_Task item_
The lines below are to be quoted exactly, from the first through the one that contains "def as_written(si: float, unit: str)".

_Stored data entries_
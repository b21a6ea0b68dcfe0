"""How a number and its unit stand in the report where the unit is a field of its own."""

from __future__ import annotations


def as_written(si: float, unit: str) -> float:
    """The number that goes with `unit` in the report: `si`, but percent where the house holds a fraction."""
    return si * 100.0 if unit == "%" else si
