//! Straight cuts through a sheet: the current that crosses them (exact for the equilibrated flux), the cut with the highest mean density, and what
//! drops over the stretch around it.

use super::gauge::DensityField;
use super::metal::{LayerMetal, MetalTriangle, Place};
use crate::geometry::Point;
use crate::index::LayerId;
use crate::mesh::NONE;

/// Angles at which cuts through a spot are tried before the best one is refined.
const ANGLES: usize = 60;

/// A straight cut from edge to edge of the metal.
#[derive(Debug, Clone, Copy, PartialEq)]
pub struct Section {
    /// Where it meets the edges.
    pub ends: [Point; 2],
    /// Its middle.
    pub middle: Place,
    /// Unit vector from the first end to the second.
    pub along: Point,
    /// Length in mm.
    pub width: f64,
    /// Current across it, A, + from the left of the cut to its right.
    pub current: f64,
}

impl Section {
    /// Unit vector to the right of the cut.
    pub fn across(&self) -> Point {
        -self.along.perpendicular()
    }
}

/// What is lost over a stretch of metal.
#[derive(Debug, Clone, Copy, PartialEq)]
pub struct Stretch {
    /// Difference of the mean potentials of its two end cuts, V.
    pub drop: f64,
    /// Loss in it, W.
    pub loss: f64,
}

/// Current per mm across a straight line in a triangle, + to the right of `along`: constant, because the normal part of the flux is constant along a line.
fn crossing_density(triangle: &MetalTriangle, origin: Point, along: Point) -> f64 {
    (0..3).map(|k| triangle.flux[k] * along.cross(triangle.corners[k] - origin)).sum::<f64>() / (2.0 * triangle.area)
}

/// The cut through a place at an angle (radians); `None` where it runs into a pole (a held patch or a line joint) or is longer than `longest`.
fn cut(metal: &LayerMetal, place: Place, angle: f64, longest: f64) -> Option<Section> {
    let along = Point::new(angle.cos(), angle.sin());
    let mut defined = true;
    let mut current = 0.0;
    let mut half = |way: Point, sign: f64, longest: f64| {
        let walk = metal.walk(place, way, f64::INFINITY, |step| {
            let triangle = metal.at(step.triangle);
            current += sign * (step.to - step.from) * crossing_density(triangle, place.point, way);
            defined &= step.to <= longest && !triangle.held && step.edge.is_none_or(|k| !triangle.open[k]);
            defined
        });
        defined.then_some(walk.length)
    };
    let forward = half(along, 1.0, longest)?;
    let backward = half(-along, -1.0, longest - forward)?;
    let ends = [place.point - along * backward, place.point + along * forward];
    let width = forward + backward;
    (width > 0.0).then_some(Section { ends, middle: place, along, width, current })
}

/// The cut with the highest mean density of all that pass one of the places (given in order of preference), equal ones by lower angle.
/// `most`: no cut carries more than this, A; `flow`: roughly where the current goes. They save work and change nothing.
pub fn best_cut(metal: &LayerMetal, places: &[Place], most: f64, flow: Point) -> Option<Section> {
    let mean = |s: &Section| s.current.abs() / s.width;
    let step = std::f64::consts::PI / ANGLES as f64;
    let across = flow.perpendicular();
    let first_guess = (across.y.atan2(across.x).rem_euclid(std::f64::consts::PI) / step).round() * step;
    let guessed = places.iter().filter_map(|&place| cut(metal, place, first_guess, f64::INFINITY)).map(|s| mean(&s)).fold(0.0, f64::max);
    let mut best: Option<(Section, Place, f64)> = None;
    for &place in places {
        for i in 0..ANGLES {
            let angle = i as f64 * step;
            let to_beat = best.map_or(guessed * (1.0 - 1e-6), |(b, ..)| mean(&b).max(guessed * (1.0 - 1e-6)));
            let longest = if to_beat > 0.0 { 1.01 * most / to_beat } else { f64::INFINITY };
            if let Some(section) = cut(metal, place, angle, longest)
                && best.is_none_or(|(b, ..)| mean(&section) > mean(&b) * (1.0 + 1e-6))
            {
                best = Some((section, place, angle));
            }
        }
    }
    let (mut section, place, mut angle) = best?;
    let longest = f64::INFINITY;
    let mut turn = 0.5 * step;
    while turn > 2e-4 {
        let tried = [angle - turn, angle + turn].map(|a| (cut(metal, place, a, longest), a));
        let better = tried.into_iter().filter_map(|(s, a)| Some((s?, a))).find(|(s, _)| mean(s) > mean(&section) * (1.0 + 1e-9));
        match better {
            Some(b) => (section, angle) = b,
            None => turn *= 0.5,
        }
    }
    section.middle = metal.moved(place, section.ends[0].midpoint(section.ends[1]));
    Some(section)
}
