describe('migrations', () => {
  it('running them again changes nothing', async () => {
    const count = () => base.ownerSql`select count(*)::int as n from drizzle.__drizzle_migrations`;
    const [before] = await count();
    await migrateDatabase(base.ownerUrl, 'wharfinger-test');
    expect((await count())[0]).toEqual(before);
  });

  it("the tables are those that the application's schema declares", async () => {
    const schema = await import('$lib/server/db/schema');
    const { getTableConfig, PgTable } = await import('drizzle-orm/pg-core');
    const declared = Object.values(schema)
      .filter((value) => value instanceof PgTable)
      .map((table) => getTableConfig(table).name);
    const rows = await base.ownerSql<
      { name: string }[]
    >`select tablename as name from pg_tables where schemaname = 'public'`;
    expect(rows.map((row) => row.name).sort()).toEqual(declared.sort());
  });

  it('a password that would end the statement is refused before anything is done', async () => {
    await expect(migrateDatabase(base.ownerUrl, `x'; drop table lots; --`)).rejects.toThrow('visible ASCII');
  });
});

describe('method versions', () => {
  it('begin as drafts', async () => {
    const inserting = base.db.insert(methodVersions).values({
      methodId: plant.methodId,
      version: 90,
      status: 'effective',
      definition: {} as never,
      ...someBundle(),
      authorId: fixtures.people.method_owner.id,
      authorName: 'Author',
      approverId: fixtures.people.approver.id,
      effectiveAt: new Date()
    });
    expect(await answerTo(inserting)).toContain('begins as a draft');
  });

  it("go to review only under the author's own signature, and keep a bundle with its true hash", async () => {
    const draft = await makeDraft(base.db, plant, fixtures.people.method_owner, 91);
    expect(await change(draft.id, { status: 'in_review', ...someBundle() })).toContain("author's signature");
    expect(await change(draft.id, { ...someBundle(), bundleSha256: 'f'.repeat(64) })).toContain(
      'method_versions_bundle_hash_true'
    );
    expect(await change(draft.id, { status: 'effective', ...someBundle() })).toContain(
      'does not go from draft to effective'
    );
  });

  it("R-025: become effective only under another person's signature of that version", async () => {
    const id = await submitted(92);
    const { approver } = fixtures.people;
    const now = { status: 'effective', approverId: approver.id, effectiveAt: new Date() } as const;
    expect(await change(id, now)).toContain("another person's signature");
    const foreign = await transact(base.db, (tx) =>
      signature(tx, approver, 'method.approve', 'approved', 'method-version', crypto.randomUUID())
    );
    expect(await change(id, { ...now, approverSignatureId: foreign.id })).toContain(
      "another person's signature"
    );
    const both = await fixtures.addPerson('author-and-approver', ['method_owner', 'approver']);
    const own = await makeDraft(base.db, plant, both, 93);
    await transact(base.db, async (tx) => {
      const signed = await signature(tx, both, 'method.submit', 'authored', 'method-version', own.id);
      await tx
        .update(methodVersions)
        .set({ status: 'in_review', ...someBundle(), authorSignatureId: signed.id })
        .where(eq(methodVersions.id, own.id));
    });
    const selfApproval = transact(base.db, async (tx) => {
      const signed = await signature(tx, both, 'method.approve', 'approved', 'method-version', own.id);
      await tx
        .update(methodVersions)
        .set({ ...now, approverId: both.id, approverSignatureId: signed.id })
        .where(eq(methodVersions.id, own.id));
    });
    expect(await answerTo(selfApproval)).not.toBe('kept');
  });

  it('in review do not change', async () => {
    const id = await submitted(94);
    expect(await change(id, someBundle('another bundle'))).toContain('in review does not change');
    expect(await change(id, { intendedUse: 'something else' })).toContain('in review does not change');
    expect(await change(id, { status: 'draft', bundle: null, bundleSha256: null })).toBe('kept');
  });

  it('once effective never change, by anybody, but end once', async () => {
    const id = await effective(1);
    for (const values of [
      someBundle('other'),
      { intendedUse: 'other' },
      { changeReason: 'other' },
      { effectiveAt: new Date(0) },
      { approverId: null },
      { endReason: 'not ended' }
    ]) {
      expect(await change(id, values as Partial<typeof methodVersions.$inferInsert>)).toContain(
        'never changes'
      );
    }
    await expect(
      base.ownerSql`update method_versions set definition = '{"a": 1}' where id = ${id}`
    ).rejects.toThrow('never changes');
    expect(await change(id, { status: 'draft' })).toContain('does not go from effective to draft');
    expect(await end(id)).toBe('kept');
    expect(await change(id, { endReason: 'another reason' })).toContain('never changes');
    expect(await change(id, { status: 'effective' })).toContain('does not go from superseded to effective');
  });

  it('keep the references they stand on, and those keep their spectrum', async () => {
    const id = await effective(2);
    const removing = base.db
      .delete(methodVersionReferences)
      .where(and(eq(methodVersionReferences.methodVersionId, id)));
    expect(await answerTo(removing)).toContain('only while it is a draft');
    const reject = () =>
      answerTo(
        base.db
          .update(referenceSpectra)
          .set({ status: 'rejected' })
          .where(eq(referenceSpectra.id, plant.referenceId))
      );
    expect(await reject()).toContain('used by a method version');
    await expect(
      base.ownerSql`update reference_spectra set source_lot = 'another' where id = ${plant.referenceId}`
    ).rejects.toThrow('never change');
    await end(id);
  });

  it('drafts may change their references', async () => {
    const draft = await makeDraft(base.db, plant, fixtures.people.method_owner, 95);
    expect(
      await answerTo(
        base.db.delete(methodVersionReferences).where(eq(methodVersionReferences.methodVersionId, draft.id))
      )
    ).toBe('kept');
  });
});

describe('lots and dispositions', () => {
  const dispose = (
    by: Person,
    lotId: string,
    status: 'released' | 'rejected',
    outcome: 'release' | 'reject',
    signedLot = lotId
  ) =>
    transact(base.db, async (tx) => {
      const signed = await signature(tx, by, 'lot.release', 'approved', 'lot', signedLot);
      await tx.insert(dispositions).values({ lotId, outcome, reason: 'a test', signatureId: signed.id });
      await tx.update(lots).set({ status }).where(eq(lots.id, lotId));
    });
  const setStatus = (id: string, status: (typeof lots.$inferSelect)['status']) =>
    base.db.update(lots).set({ status }).where(eq(lots.id, id));

  it('begin undecided', async () => {
    const { deliveryId, materialId, manufacturerId } = plant;
    const inserting = base.db.insert(lots).values({
      lotNumber: 'L-BAD',
      deliveryId,
      materialId,
      manufacturerId,
      manufacturerBatch: 'B',
      containerCount: 1,
      status: 'released'
    });
    expect(await answerTo(inserting)).toContain('begins undecided');
  });

  it('a lot is released or rejected only with a signed disposition of the same transaction', async () => {
    const lot = await makeLot(base.db, plant);
    expect(await answerTo(setStatus(lot.id, 'released'))).toContain('only with a signed disposition');
    expect(await answerTo(dispose(fixtures.people.approver, lot.id, 'released', 'reject'))).toContain(
      'only with a signed disposition'
    );
    expect(await answerTo(dispose(fixtures.people.approver, lot.id, 'released', 'release'))).toBe('kept');
    expect(await answerTo(setStatus(lot.id, 'quarantine'))).toContain('only with a signed disposition');
    expect(await answerTo(setStatus(lot.id, 'rejected'))).toContain('only with a signed disposition');
  });

  it('R-023: a disposition takes the signature of its own lot, once', async () => {
    const lot = await makeLot(base.db, plant);
    const other = await makeLot(base.db, plant);
    expect(
      await answerTo(dispose(fixtures.people.approver, lot.id, 'released', 'release', other.id))
    ).toContain('of another record');
    const twice = transact(base.db, async (tx) => {
      const signed = await signature(tx, fixtures.people.approver, 'lot.release', 'approved', 'lot', lot.id);
      const row = { lotId: lot.id, outcome: 'release', reason: 'a test', signatureId: signed.id } as const;
      await tx.insert(dispositions).values(row);
      await tx.insert(dispositions).values(row);
    });
    expect(await answerTo(twice)).toContain('used before');
  });

  it('R-025: who scanned a container of the lot does not decide it, by raw SQL either', async () => {
    const both = await fixtures.addPerson('scanner-and-approver', ['operator', 'approver']);
    const version = await effective(3);
    const lot = await makeLot(base.db, plant);
    await makeScan(base.db, plant, lot.containers[0], both, version);
    for (const [status, outcome] of [
      ['released', 'release'],
      ['rejected', 'reject']
    ] as const) {
      expect(await answerTo(dispose(both, lot.id, status, outcome))).toContain('who scanned a container');
    }
    expect(await answerTo(dispose(fixtures.people.approver, lot.id, 'released', 'release'))).toBe('kept');
    expect(
      await answerTo(makeScan(base.db, plant, lot.containers[1], fixtures.people.operator, version))
    ).toContain('is released already');
  });

  it('a scan belongs to a container of its lot', async () => {
    const [version] = await base.db
      .select()
      .from(methodVersions)
      .where(eq(methodVersions.status, 'effective'));
    const lot = await makeLot(base.db, plant);
    const other = await makeLot(base.db, plant);
    const mixed = { id: lot.containers[0].id, lotId: other.id };
    expect(await answerTo(makeScan(base.db, plant, mixed, fixtures.people.operator, version.id))).toContain(
      'not of this lot'
    );
  });

  it("the time of a signature and of a disposition is the database's", async () => {
    const lot = await makeLot(base.db, plant);
    await transact(base.db, async (tx) => {
      const signed = await signature(tx, fixtures.people.approver, 'lot.release', 'rejected', 'lot', lot.id);
      await tx.insert(dispositions).values({
        lotId: lot.id,
        outcome: 'reject',
        reason: 'a test',
        signatureId: signed.id,
        decidedAt: new Date('2001-01-01')
      });
      await tx.update(lots).set({ status: 'rejected' }).where(eq(lots.id, lot.id));
    });
    const [row] = await base.db.select().from(dispositions).where(eq(dispositions.lotId, lot.id));
    expect(row.decidedAt.getFullYear()).toBeGreaterThan(2020);
  });
});

describe('grants and requests', () => {
  it('R-005: nobody grants a role to themselves, and a grant only ends, once', async () => {
    const { administrator, operator } = fixtures.people;
    const own = base.db.insert(roleGrants).values({
      userId: administrator.id,
      role: 'approver',
      grantedBy: administrator.id,
      reason: 'would like to'
    });
    expect(await answerTo(own)).toContain('role_grants_not_own');
    const endIt = (reason: string) =>
      base.db
        .update(roleGrants)
        .set({ endedAt: sql`clock_timestamp()`, endedBy: administrator.id, endReason: reason })
        .where(eq(roleGrants.userId, operator.id));
    expect(await answerTo(endIt('moved to another post'))).toBe('kept');
    expect(await answerTo(endIt('another reason'))).toContain('only ended, once');
    await expect(
      base.ownerSql`update role_grants set role = 'approver' where user_id = ${operator.id}`
    ).rejects.toThrow('never edited');
  });

  it('a granted repeat is used once, and a decided request does not change', async () => {
    const { operator, approver } = fixtures.people;
    const [version] = await base.db
      .select()
      .from(methodVersions)
      .where(eq(methodVersions.status, 'effective'));
    const lot = await makeLot(base.db, plant);
    const scan = await makeScan(base.db, plant, lot.containers[0], operator, version.id);
    const [request] = await base.db
      .insert(repeatRequests)
      .values({
        containerId: lot.containers[0].id,
        scanId: scan.id,
        cause: 'window',
        reason: 'fogged',
        requestedBy: operator.id,
        requestedByName: 'Operator'
      })
      .returning();
    const set = (values: Partial<typeof repeatRequests.$inferInsert>) =>
      answerTo(base.db.update(repeatRequests).set(values).where(eq(repeatRequests.id, request.id)));
    expect(await set({ outcome: 'granted', decidedBy: operator.id })).toContain('repeat_requests_not_own');
    expect(
      await set({
        outcome: 'granted',
        decidedBy: approver.id,
        decidedByName: 'Approver',
        decisionReason: 'plausible'
      })
    ).toBe('kept');
    expect(await set({ outcome: 'declined' })).toContain('does not change');
    expect(await set({ usedByScanId: crypto.randomUUID() })).toBe('kept');
    expect(await set({ usedByScanId: crypto.randomUUID() })).toContain('used once');
  });
});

_The answer_
repository b21a6ea0b68dcfe0
"""How a number and its unit stand in the report where the unit is a field of its own."""

from __future__ import annotations


def as_written(si: float, unit: str) -> float:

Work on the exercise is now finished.